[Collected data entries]
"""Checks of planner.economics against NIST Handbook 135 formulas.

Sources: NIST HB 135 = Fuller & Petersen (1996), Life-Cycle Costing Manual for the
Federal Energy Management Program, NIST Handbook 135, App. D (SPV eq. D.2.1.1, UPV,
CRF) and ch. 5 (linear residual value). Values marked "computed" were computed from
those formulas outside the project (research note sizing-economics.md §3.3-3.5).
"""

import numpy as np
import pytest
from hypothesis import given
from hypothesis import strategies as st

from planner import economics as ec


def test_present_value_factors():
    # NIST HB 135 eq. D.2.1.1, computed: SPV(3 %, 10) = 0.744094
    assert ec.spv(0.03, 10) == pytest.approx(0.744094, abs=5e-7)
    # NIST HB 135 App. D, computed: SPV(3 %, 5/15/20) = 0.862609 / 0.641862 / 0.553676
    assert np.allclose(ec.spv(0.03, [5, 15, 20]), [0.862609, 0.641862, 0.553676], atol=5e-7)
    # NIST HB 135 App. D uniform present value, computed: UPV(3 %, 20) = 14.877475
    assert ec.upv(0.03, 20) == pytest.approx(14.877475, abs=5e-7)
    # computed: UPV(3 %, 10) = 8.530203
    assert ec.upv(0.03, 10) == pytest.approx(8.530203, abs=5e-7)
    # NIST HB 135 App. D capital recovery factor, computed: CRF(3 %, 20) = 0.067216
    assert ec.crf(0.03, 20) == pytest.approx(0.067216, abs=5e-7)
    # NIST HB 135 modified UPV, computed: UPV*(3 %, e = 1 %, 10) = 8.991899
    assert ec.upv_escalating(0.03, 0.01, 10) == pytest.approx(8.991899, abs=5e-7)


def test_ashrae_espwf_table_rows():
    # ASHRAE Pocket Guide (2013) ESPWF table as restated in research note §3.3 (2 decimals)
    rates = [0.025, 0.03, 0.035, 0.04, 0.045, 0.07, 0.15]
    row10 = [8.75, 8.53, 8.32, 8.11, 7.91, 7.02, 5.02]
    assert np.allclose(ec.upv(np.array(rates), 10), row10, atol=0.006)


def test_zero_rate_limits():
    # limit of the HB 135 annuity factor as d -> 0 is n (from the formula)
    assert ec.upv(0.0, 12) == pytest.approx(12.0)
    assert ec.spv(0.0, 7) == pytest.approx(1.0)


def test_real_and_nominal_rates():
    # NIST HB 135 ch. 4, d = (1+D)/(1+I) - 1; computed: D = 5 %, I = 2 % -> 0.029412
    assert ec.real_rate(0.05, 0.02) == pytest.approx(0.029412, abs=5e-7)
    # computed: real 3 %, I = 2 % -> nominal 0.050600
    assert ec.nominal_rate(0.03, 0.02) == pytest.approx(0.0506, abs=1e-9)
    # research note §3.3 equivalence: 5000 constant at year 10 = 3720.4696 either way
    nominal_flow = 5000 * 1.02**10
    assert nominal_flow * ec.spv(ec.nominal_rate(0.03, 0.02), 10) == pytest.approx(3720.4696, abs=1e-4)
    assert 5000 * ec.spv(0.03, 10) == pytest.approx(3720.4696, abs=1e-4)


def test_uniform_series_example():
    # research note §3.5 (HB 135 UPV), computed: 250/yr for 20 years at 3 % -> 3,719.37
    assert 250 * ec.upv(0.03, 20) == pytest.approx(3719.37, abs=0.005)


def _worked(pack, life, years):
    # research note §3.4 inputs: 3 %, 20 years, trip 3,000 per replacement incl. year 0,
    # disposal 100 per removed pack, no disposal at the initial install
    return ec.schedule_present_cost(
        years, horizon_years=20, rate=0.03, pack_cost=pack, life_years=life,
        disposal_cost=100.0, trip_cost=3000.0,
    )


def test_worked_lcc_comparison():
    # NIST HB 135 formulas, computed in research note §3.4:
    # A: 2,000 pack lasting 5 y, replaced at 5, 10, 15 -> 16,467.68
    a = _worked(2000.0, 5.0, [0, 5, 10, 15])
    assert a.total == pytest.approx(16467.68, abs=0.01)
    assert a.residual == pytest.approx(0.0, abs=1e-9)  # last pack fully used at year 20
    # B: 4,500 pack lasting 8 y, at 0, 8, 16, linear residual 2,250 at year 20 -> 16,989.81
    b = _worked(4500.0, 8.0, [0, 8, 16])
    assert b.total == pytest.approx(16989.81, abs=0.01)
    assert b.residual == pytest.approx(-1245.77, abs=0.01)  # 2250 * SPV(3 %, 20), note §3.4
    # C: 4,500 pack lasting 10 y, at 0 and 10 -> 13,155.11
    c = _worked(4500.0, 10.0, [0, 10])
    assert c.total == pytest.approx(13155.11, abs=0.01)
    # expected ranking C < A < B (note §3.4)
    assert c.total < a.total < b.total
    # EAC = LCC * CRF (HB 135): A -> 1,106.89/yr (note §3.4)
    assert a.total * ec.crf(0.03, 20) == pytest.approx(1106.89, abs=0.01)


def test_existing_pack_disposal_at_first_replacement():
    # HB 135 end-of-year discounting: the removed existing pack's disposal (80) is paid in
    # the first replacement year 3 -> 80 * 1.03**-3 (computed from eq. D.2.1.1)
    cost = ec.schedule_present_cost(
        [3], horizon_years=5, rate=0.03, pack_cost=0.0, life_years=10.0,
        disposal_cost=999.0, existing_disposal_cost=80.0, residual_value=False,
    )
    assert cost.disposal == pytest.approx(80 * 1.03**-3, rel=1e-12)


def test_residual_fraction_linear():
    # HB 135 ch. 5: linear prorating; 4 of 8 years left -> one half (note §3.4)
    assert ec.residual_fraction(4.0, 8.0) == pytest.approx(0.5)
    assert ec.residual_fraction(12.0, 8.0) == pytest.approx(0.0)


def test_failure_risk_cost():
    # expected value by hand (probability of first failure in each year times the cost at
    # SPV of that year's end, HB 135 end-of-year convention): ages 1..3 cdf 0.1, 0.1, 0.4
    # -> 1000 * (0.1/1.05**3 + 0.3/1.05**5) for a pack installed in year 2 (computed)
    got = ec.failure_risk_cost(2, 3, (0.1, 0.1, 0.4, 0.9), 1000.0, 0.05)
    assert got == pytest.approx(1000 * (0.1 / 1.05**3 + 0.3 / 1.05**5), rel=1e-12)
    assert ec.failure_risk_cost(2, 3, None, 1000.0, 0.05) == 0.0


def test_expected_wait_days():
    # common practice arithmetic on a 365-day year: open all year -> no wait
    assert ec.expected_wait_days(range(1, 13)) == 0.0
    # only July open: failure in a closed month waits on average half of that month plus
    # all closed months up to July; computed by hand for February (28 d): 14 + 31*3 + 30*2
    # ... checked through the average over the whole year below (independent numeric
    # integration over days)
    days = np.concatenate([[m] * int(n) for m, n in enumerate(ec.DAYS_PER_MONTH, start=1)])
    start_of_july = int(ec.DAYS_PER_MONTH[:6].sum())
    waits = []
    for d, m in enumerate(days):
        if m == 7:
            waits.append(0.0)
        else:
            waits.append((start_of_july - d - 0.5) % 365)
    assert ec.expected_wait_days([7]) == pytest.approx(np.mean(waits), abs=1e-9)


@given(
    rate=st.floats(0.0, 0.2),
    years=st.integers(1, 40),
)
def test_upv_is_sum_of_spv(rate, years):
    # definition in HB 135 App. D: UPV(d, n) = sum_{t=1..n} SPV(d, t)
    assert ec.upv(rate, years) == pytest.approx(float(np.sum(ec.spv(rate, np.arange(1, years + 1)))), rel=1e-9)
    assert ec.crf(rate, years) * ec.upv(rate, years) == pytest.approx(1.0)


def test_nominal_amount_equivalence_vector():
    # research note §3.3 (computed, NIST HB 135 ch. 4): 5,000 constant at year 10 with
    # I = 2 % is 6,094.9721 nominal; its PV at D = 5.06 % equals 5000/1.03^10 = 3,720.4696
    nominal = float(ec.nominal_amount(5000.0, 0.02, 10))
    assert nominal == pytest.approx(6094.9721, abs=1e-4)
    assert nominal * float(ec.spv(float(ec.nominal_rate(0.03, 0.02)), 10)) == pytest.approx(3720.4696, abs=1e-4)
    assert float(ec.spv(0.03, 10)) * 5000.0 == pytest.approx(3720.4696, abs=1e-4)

Your goal:
Only a number is wanted: how many lines above include "hypothesis"?

Answer section:
2